Let $v \in \mathbb{V}$ be a vector s.t. $\phi^{n-1} \ne 0$. Is the set {v, $\phi(v)$, $\dots$, $\phi^{n-1}(v)$} linearly independent?

I intuitively understand that it is. Also I've proven that the only eigenvalue of this linear transformation is 0.

As for proving linear independence, I'm trying to prove it by contradiction (is this the correct path?).

Assume the set is not linearly independent. Then there are values $c_1, \dots, c_n$ such that:

$c_1v+c_2\phi(v) +\dots +c_{n}\phi^{n-1}(v) = 0 = \phi^n(v)$ and $c_i \ne 0$ for some $i \in [n]$.

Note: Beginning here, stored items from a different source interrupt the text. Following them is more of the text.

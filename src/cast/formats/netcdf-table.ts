/**
 * A netCDF file with CF conventions as a table of samples: a column a variable, a row a sample. Profiles, trajectories and
 * time series of profiles, as full grids or as ragged arrays (CF 1.11, chapter 9).
 */
import {
  type Attributes,
  type NetcdfDimension,
  type NetcdfFile,
  type NetcdfVariable,
  sizeOf,
  textOf,
} from "./netcdf-file.ts";

export interface NetcdfTable {
  readonly headers: readonly string[];
  readonly units: readonly string[];
  /** Cells as text at full precision, empty where missing; row by row. */
  readonly rows: readonly (readonly string[])[];
}

/** Where a variable has its value for each row of the table. */
type Place = (row: number) => number;

interface TableShape {
  readonly rowCount: number;
  /** For the dimensions that a row fixes: the index along each. */
  readonly indexAlong: ReadonlyMap<string, Place>;
}

const isTextAxis = (variable: NetcdfVariable, values: ArrayLike<number | string>): boolean =>
  typeof values[0] === "string" && variable.dimensions.length > 0 && values[0].length <= 1;

/** A character array is a list of texts: its last dimension counts characters. */
function asTexts(variable: NetcdfVariable): NetcdfVariable {
  const values = variable.values();
  if (!isTextAxis(variable, values)) return { ...variable, values: () => values };
  const length = variable.dimensions.at(-1)!.size;
  const characters = Array.from(values, String);
  const texts = Array.from({ length: Math.floor(characters.length / Math.max(length, 1)) }, (_, i) =>
    characters
      .slice(i * length, (i + 1) * length)
      .join("")
      .replaceAll("\0", "")
      .trim(),
  );
  return { ...variable, dimensions: variable.dimensions.slice(0, -1), values: () => texts };
}

const isNumeric = (variable: NetcdfVariable): boolean => typeof variable.values()[0] === "number";

const attributed = (variables: readonly NetcdfVariable[], attribute: string): NetcdfVariable | undefined =>
  variables.find(({ attributes }) => textOf(attributes, attribute) !== "");

/** The samples of a ragged array where the file says so; else the grid of most axes, of most variables, of most values. */
function sampleGrid(variables: readonly NetcdfVariable[]): readonly NetcdfDimension[] {
  const counted = textOf(attributed(variables, "sample_dimension")?.attributes ?? {}, "sample_dimension");
  const pointing = attributed(variables, "instance_dimension")?.dimensions[0]?.name;
  const sampleName = counted || pointing;
  const grids = new Map<string, { readonly dimensions: readonly NetcdfDimension[]; count: number }>();
  for (const { dimensions } of variables.filter(isNumeric)) {
    const key = dimensions.map(({ name }) => name).join(" ");
    const known = grids.get(key);
    if (known) known.count++;
    else grids.set(key, { dimensions, count: 1 });
  }
  const told = sampleName === undefined ? undefined : grids.get(sampleName);
  const sorted = [...grids.values()].sort(
    (a, b) =>
      b.dimensions.length - a.dimensions.length || b.count - a.count || sizeOf(b.dimensions) - sizeOf(a.dimensions),
  );
  return (told ?? sorted[0])?.dimensions ?? [];
}

/** Along a ragged array: which feature (profile) each sample belongs to. */
function featureOfSample(
  variables: readonly NetcdfVariable[],
  sample: NetcdfDimension,
): { feature: string; of: Place } | null {
  const counts = variables.find((variable) => textOf(variable.attributes, "sample_dimension") === sample.name);
  if (counts?.dimensions[0]) {
    const owner: number[] = [];
    Array.from(counts.values(), Number).forEach((count, feature) => {
      for (let k = 0; k < count && owner.length < sample.size; k++) owner.push(feature);
    });
    return { feature: counts.dimensions[0].name, of: (row) => owner[row] ?? Number.NaN };
  }
  const index = attributed(variables, "instance_dimension");
  if (index && index.dimensions[0]?.name === sample.name) {
    const values = index.values();
    return { feature: textOf(index.attributes, "instance_dimension"), of: (row) => Number(values[row]) };
  }
  return null;
}

function shapeOf(variables: readonly NetcdfVariable[]): TableShape {
  const grid = sampleGrid(variables);
  const indexAlong = new Map<string, Place>();
  let stride = 1;
  for (const { name, size } of [...grid].reverse()) {
    const step = stride;
    indexAlong.set(name, (row) => Math.floor(row / step) % size);
    stride *= size;
  }
  const [only] = grid;
  const ragged = only && grid.length === 1 ? featureOfSample(variables, only) : null;
  if (ragged) indexAlong.set(ragged.feature, ragged.of);
  return { rowCount: sizeOf(grid), indexAlong };
}

/** Where a variable's values stand row by row; null where it lives on something else. */
function placeOf(variable: NetcdfVariable, { indexAlong }: TableShape): Place | null {
  const axes = variable.dimensions.map(({ name, size }) => ({ along: indexAlong.get(name), size }));
  if (axes.some(({ along }) => along === undefined)) return null;
  return (row) => axes.reduce((index, { along, size }) => index * size + along!(row), 0);
}

const EPOCH = /^\s*(seconds?|secs?|s|minutes?|mins?|hours?|hrs?|h|days?|d)\s+since\s+(.+)$/i;
const SECONDS_OF: Readonly<Record<string, number>> = { s: 1, m: 60, h: 3600, d: 86_400 };

/** A reader of "days since 1970-01-01" and the like, to ISO 8601; null where the unit is none of these. */
function timeReader(units: string): ((value: number) => string) | null {
  const [, unit = "", origin = ""] = EPOCH.exec(units) ?? [];
  const [, date, clock = "00:00:00"] = /^(\d{4}-\d{1,2}-\d{1,2})(?:[T ]+([\d:.]+))?/.exec(origin.trim()) ?? [];
  if (date === undefined) return null;
  const padded = date.replace(/-(\d)(?=-|$)/g, "-0$1");
  const start = Date.parse(`${padded}T${/^\d{1,2}$/.test(clock) ? `${clock.padStart(2, "0")}:00` : clock}Z`);
  const scale = SECONDS_OF[unit[0]!.toLowerCase()]! * 1000;
  return (value) => {
    // To the nearest 10 ms: a day fraction in double precision is no better.
    const moment = new Date(Math.round((start + value * scale) / 10) * 10);
    return Number.isNaN(moment.getTime()) ? "" : moment.toISOString().replace(/\.?0*Z$/, "");
  };
}

const isFill = (value: number, attributes: Attributes): boolean =>
  !Number.isFinite(value) || value === attributes._FillValue || value === attributes.missing_value;

/** One value as a cell: unpacked, in full, empty where the file says it is missing. */
function cellReader(variable: NetcdfVariable): (value: number | string | undefined) => string {
  const { attributes } = variable;
  const toTime = timeReader(textOf(attributes, "units"));
  const scale = typeof attributes.scale_factor === "number" ? attributes.scale_factor : 1;
  const offset = typeof attributes.add_offset === "number" ? attributes.add_offset : 0;
  return (value) => {
    if (value === undefined) return "";
    if (typeof value === "string") return value;
    if (isFill(value, attributes)) return "";
    return toTime ? toTime(value) : String(scale === 1 && offset === 0 ? value : value * scale + offset);
  };
}

/** What a column is called: what the file says the variable is, else its own name. */
function headerOf({ name, attributes }: NetcdfVariable): string {
  const role = textOf(attributes, "cf_role");
  if (role === "profile_id") return "cast";
  if (role === "timeseries_id") return "station";
  return textOf(attributes, "standard_name") || name;
}

export function netcdfTable(file: NetcdfFile): NetcdfTable {
  const variables = file.variables.map(asTexts);
  const shape = shapeOf(variables);
  const columns = variables.flatMap((variable) => {
    const place = placeOf(variable, shape);
    // What counts or points is not a measurement.
    const isStructure = "sample_dimension" in variable.attributes || "instance_dimension" in variable.attributes;
    if (place === null || isStructure) return [];
    const values = variable.values();
    const cell = cellReader(variable);
    const units = textOf(variable.attributes, "units");
    return [
      {
        header: headerOf(variable),
        units: EPOCH.test(units) ? "" : units,
        isOnGrid: variable.dimensions.length > 0 && sizeOf(variable.dimensions) === shape.rowCount,
        cell: (row: number) => cell(values[place(row)]),
      },
    ];
  });
  const measured = columns.filter((column) => column.isOnGrid);
  const rows: string[][] = [];
  for (let row = 0; row < shape.rowCount; row++) {
    // A grid of profiles of unequal length is filled up with missing values.
    if (measured.some((column) => column.cell(row) !== "")) rows.push(columns.map((column) => column.cell(row)));
  }
  return { headers: columns.map((column) => column.header), units: columns.map((column) => column.units), rows };
}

Where do I move from here?

Answer 1

We have $$0 = c_{1}v + c_{2}\phi(v) + \cdots + c_{n}\phi^{n-1}(v),$$ where not all the $c_{i}$ are zero. Apply $\phi^{n-1}$ to both sides. By linearity, we have \begin{align*} 0 = \phi^{n-1}(0) &= \phi^{n-1}\left(c_{1}v + c_{2}\phi(v) + \cdots + c_{n}\phi^{n-1}(v)\right)\\ &= c_{1}\phi^{n-1}(v) + c_{2}\phi^{n}(v) + \cdots + c_{n}\phi^{2n-2}(v)\\ &= c_{1}\phi^{n-1}(v), \end{align*} where the last equality follows because $\phi^{n} = 0$ (and so $\phi^{m} = 0$ for all $m \geq n$). But by assumption $\phi^{n-1}(v) \neq 0,$ so we must have $c_{1} = 0.$

So we actually have $$0 = c_{2}\phi(v) + \cdots + c_{n}\phi^{n-1}(v).$$ Can you use the same trick to continue from here, and arrive at a contradiction?